Problem description: Lines from the start of the data through the line containing "type Plain = null" must be given again exactly. Leave the others out.

*** Opening Extracted records ***

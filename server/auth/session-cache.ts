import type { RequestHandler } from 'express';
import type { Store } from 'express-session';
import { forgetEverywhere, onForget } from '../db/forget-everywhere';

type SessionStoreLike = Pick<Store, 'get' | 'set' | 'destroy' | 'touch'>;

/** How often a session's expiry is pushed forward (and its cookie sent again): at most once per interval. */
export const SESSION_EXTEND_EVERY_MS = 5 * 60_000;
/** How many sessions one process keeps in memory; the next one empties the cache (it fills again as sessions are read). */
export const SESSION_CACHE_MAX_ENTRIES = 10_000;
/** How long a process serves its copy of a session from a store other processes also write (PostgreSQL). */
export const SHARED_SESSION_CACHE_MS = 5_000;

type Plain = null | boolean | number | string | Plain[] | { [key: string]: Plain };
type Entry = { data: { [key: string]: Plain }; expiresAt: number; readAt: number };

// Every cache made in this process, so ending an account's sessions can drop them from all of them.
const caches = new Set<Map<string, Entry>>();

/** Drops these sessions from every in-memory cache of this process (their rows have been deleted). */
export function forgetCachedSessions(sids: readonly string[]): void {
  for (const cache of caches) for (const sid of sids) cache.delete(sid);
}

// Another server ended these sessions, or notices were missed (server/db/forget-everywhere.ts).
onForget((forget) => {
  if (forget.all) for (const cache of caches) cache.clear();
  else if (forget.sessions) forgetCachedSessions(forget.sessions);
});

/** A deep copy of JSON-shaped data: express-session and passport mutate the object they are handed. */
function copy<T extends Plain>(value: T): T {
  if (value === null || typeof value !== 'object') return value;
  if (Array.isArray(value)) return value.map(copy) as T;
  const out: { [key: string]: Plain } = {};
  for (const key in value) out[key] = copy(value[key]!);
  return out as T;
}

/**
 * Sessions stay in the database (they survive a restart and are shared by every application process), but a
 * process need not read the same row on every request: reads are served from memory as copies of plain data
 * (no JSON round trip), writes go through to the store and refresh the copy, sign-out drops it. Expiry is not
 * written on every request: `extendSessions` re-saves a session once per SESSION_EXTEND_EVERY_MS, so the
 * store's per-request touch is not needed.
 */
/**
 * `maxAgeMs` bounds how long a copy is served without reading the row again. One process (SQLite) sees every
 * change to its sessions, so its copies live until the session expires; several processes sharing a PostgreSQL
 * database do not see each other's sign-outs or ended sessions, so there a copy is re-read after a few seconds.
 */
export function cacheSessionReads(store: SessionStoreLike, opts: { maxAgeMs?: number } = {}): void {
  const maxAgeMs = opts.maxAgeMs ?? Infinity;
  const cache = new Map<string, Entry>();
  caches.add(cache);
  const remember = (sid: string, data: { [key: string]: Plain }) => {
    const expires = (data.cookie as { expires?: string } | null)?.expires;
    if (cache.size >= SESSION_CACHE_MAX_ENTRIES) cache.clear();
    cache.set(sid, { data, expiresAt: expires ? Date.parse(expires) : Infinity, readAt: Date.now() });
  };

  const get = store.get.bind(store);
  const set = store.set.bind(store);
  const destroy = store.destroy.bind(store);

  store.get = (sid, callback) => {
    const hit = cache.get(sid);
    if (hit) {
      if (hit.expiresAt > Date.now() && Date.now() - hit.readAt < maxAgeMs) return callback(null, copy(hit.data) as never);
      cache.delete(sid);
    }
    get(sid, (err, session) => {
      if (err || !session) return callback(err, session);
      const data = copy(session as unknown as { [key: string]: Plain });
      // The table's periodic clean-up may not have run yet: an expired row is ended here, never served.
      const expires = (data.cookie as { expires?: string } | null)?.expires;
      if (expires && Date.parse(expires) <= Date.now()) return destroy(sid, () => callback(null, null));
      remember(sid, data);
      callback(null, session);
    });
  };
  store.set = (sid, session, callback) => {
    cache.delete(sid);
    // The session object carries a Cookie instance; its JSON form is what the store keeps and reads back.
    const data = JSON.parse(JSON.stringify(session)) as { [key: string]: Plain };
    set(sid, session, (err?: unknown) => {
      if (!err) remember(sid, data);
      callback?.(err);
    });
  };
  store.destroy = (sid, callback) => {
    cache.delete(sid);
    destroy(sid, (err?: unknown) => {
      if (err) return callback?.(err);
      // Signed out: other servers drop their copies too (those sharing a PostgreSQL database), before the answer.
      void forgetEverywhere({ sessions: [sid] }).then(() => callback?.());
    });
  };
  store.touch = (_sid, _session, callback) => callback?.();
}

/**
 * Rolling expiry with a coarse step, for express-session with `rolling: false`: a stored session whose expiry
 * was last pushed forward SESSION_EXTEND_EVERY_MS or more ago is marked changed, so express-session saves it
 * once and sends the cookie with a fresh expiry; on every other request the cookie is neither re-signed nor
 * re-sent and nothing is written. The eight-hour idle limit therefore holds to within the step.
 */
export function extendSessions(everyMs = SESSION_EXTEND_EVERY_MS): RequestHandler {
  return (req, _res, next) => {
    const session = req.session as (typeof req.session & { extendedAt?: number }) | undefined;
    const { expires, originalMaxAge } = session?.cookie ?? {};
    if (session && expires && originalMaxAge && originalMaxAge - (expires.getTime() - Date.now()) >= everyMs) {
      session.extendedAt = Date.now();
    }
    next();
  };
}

*** Closing Extracted records ***

Answer space:
filename server/auth/session-cache.ts
import type { RequestHandler } from 'express';
import type { Store } from 'express-session';
import { forgetEverywhere, onForget } from '../db/forget-everywhere';

type SessionStoreLike = Pick<Store, 'get' | 'set' | 'destroy' | 'touch'>;

/** How often a session's expiry is pushed forward (and its cookie sent again): at most once per interval. */
export const SESSION_EXTEND_EVERY_MS = 5 * 60_000;
/** How many sessions one process keeps in memory; the next one empties the cache (it fills again as sessions are read). */
export const SESSION_CACHE_MAX_ENTRIES = 10_000;
/** How long a process serves its copy of a session from a store other processes also write (PostgreSQL). */
export const SHARED_SESSION_CACHE_MS = 5_000;

type Plain = null | boolean | number | string | Plain[] | { [key: string]: Plain };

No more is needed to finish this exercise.